## WHAT NEEDS TO BE DONE
Using the data below, gather each line that includes the word "node".

## DATA EXTRACTS
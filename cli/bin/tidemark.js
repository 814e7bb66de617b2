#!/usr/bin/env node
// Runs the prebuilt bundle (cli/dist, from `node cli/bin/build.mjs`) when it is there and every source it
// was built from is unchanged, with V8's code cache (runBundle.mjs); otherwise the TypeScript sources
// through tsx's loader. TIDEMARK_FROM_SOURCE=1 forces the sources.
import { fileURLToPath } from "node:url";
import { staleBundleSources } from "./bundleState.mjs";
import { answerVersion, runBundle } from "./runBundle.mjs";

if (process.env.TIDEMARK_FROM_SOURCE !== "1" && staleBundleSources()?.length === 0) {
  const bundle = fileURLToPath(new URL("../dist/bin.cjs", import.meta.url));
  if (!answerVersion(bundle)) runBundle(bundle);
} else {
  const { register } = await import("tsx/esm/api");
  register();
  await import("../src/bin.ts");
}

--

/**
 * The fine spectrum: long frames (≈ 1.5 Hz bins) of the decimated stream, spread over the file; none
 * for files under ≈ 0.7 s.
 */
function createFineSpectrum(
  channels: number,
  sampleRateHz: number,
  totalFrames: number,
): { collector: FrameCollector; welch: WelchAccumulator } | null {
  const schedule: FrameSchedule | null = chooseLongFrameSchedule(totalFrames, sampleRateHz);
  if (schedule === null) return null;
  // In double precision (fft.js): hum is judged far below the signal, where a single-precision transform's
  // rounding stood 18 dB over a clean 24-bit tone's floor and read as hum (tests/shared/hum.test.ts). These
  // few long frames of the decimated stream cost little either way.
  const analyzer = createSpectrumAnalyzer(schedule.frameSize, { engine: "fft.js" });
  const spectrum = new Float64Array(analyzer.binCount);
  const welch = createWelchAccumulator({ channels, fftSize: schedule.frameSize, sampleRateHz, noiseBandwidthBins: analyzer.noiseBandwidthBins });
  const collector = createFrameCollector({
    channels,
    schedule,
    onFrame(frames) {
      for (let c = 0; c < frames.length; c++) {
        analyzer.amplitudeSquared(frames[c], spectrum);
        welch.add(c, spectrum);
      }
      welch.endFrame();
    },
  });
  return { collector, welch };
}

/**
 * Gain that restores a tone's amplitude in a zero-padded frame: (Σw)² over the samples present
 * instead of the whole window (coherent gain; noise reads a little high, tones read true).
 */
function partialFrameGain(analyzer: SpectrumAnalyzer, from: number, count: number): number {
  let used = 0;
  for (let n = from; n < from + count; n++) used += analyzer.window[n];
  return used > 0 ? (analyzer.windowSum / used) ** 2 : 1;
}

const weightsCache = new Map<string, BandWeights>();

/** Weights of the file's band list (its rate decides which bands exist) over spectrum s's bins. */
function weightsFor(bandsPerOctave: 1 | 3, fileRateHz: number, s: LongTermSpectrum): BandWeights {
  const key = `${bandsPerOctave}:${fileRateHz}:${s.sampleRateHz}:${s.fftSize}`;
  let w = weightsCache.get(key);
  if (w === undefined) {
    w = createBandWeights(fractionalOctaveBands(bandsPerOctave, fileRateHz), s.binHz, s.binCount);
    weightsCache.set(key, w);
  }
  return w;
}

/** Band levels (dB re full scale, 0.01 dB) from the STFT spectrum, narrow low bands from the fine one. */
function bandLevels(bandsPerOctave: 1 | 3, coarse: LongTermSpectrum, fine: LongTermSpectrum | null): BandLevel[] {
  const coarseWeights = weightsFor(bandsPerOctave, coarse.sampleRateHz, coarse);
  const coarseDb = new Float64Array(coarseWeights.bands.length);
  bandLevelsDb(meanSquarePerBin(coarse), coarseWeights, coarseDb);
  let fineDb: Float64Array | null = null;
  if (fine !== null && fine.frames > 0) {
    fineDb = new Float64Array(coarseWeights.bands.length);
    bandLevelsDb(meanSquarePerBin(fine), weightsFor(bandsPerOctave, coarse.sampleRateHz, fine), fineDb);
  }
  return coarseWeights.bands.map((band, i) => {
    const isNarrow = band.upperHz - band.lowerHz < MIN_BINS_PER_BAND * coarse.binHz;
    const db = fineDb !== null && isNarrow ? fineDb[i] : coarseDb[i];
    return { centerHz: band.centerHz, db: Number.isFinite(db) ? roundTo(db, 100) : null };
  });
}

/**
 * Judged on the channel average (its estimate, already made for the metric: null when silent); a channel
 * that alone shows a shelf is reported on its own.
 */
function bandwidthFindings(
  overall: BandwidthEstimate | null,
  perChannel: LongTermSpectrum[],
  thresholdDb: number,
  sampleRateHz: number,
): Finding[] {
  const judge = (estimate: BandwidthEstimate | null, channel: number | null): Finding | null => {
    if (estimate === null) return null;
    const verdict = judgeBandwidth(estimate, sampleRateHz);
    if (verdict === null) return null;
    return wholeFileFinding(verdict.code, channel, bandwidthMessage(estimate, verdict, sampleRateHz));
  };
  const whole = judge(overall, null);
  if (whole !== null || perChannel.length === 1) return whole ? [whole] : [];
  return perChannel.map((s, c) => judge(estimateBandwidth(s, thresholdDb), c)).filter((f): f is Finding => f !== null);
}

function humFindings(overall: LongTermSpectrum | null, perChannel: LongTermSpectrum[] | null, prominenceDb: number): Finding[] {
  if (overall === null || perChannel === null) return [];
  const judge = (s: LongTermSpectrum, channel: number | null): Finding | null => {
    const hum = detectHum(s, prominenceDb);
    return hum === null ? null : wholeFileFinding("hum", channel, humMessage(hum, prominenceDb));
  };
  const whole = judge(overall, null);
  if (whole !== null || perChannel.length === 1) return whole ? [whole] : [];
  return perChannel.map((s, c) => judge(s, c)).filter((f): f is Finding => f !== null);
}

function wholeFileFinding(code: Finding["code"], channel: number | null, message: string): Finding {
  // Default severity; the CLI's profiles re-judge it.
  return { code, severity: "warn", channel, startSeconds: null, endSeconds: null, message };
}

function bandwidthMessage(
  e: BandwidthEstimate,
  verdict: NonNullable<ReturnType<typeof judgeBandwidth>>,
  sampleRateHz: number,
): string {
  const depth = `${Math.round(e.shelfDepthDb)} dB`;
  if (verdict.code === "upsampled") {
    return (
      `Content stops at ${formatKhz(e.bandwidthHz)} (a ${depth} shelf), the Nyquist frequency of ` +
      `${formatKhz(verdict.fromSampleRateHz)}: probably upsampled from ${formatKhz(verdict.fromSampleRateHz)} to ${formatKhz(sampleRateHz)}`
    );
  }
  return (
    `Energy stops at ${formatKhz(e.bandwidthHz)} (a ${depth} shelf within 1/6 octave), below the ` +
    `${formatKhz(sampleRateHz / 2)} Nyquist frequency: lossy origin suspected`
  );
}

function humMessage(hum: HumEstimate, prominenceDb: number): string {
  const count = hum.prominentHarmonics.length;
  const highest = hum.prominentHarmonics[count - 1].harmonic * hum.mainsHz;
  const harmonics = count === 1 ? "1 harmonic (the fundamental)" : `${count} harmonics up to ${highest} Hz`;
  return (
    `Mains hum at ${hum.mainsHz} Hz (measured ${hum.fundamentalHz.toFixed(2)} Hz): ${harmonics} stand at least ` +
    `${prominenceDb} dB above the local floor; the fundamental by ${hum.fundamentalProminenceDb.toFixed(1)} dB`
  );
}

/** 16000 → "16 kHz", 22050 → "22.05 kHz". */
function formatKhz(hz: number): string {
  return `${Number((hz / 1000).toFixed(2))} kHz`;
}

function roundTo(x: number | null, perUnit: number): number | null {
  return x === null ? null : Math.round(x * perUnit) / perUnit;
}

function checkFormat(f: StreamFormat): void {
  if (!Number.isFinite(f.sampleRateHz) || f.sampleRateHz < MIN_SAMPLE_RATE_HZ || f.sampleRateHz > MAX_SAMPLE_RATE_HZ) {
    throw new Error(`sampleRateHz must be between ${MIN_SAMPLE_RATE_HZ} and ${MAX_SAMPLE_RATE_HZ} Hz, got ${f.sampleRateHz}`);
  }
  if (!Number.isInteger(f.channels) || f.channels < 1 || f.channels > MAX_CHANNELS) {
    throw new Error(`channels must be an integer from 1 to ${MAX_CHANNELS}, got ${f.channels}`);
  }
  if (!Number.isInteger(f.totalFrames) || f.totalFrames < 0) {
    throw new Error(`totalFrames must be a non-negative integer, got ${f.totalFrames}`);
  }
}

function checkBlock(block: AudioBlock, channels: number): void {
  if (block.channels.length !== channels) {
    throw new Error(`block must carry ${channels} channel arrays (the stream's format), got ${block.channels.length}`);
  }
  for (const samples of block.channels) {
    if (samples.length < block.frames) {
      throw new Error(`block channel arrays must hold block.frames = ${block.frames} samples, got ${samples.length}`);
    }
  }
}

* * *

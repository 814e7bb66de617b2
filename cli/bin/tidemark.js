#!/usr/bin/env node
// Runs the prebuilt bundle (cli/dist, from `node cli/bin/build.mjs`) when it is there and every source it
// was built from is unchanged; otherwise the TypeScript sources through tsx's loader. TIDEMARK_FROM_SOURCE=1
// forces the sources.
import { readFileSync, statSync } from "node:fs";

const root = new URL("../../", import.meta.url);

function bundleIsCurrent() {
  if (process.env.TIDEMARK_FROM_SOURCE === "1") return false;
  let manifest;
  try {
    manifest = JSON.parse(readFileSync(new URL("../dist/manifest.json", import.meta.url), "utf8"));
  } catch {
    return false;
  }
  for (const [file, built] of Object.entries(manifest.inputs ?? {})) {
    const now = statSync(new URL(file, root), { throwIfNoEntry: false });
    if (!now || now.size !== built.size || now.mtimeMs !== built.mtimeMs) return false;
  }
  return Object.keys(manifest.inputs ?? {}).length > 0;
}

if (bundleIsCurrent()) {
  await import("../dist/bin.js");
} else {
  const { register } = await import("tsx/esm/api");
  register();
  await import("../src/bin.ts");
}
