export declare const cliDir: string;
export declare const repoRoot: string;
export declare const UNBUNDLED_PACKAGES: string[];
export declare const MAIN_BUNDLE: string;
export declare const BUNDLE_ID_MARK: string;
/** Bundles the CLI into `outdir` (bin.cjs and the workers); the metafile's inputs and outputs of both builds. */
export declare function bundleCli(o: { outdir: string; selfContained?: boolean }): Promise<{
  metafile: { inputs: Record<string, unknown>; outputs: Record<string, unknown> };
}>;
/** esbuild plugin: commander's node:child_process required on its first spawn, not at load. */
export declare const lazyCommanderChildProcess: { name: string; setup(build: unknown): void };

## TASK OUTPUT
#!/usr/bin/env node
// Runs the prebuilt bundle (cli/dist, from `node cli/bin/build.mjs`) when it is there and every source it
import { fileURLToPath } from "node:url";
#!/usr/bin/env node
// Runs the prebuilt bundle (cli/dist, from `node cli/bin/build.mjs`) when it is there and every source it
import { readFileSync, statSync } from "node:fs";
/** esbuild plugin: commander's node:child_process required on its first spawn, not at load. */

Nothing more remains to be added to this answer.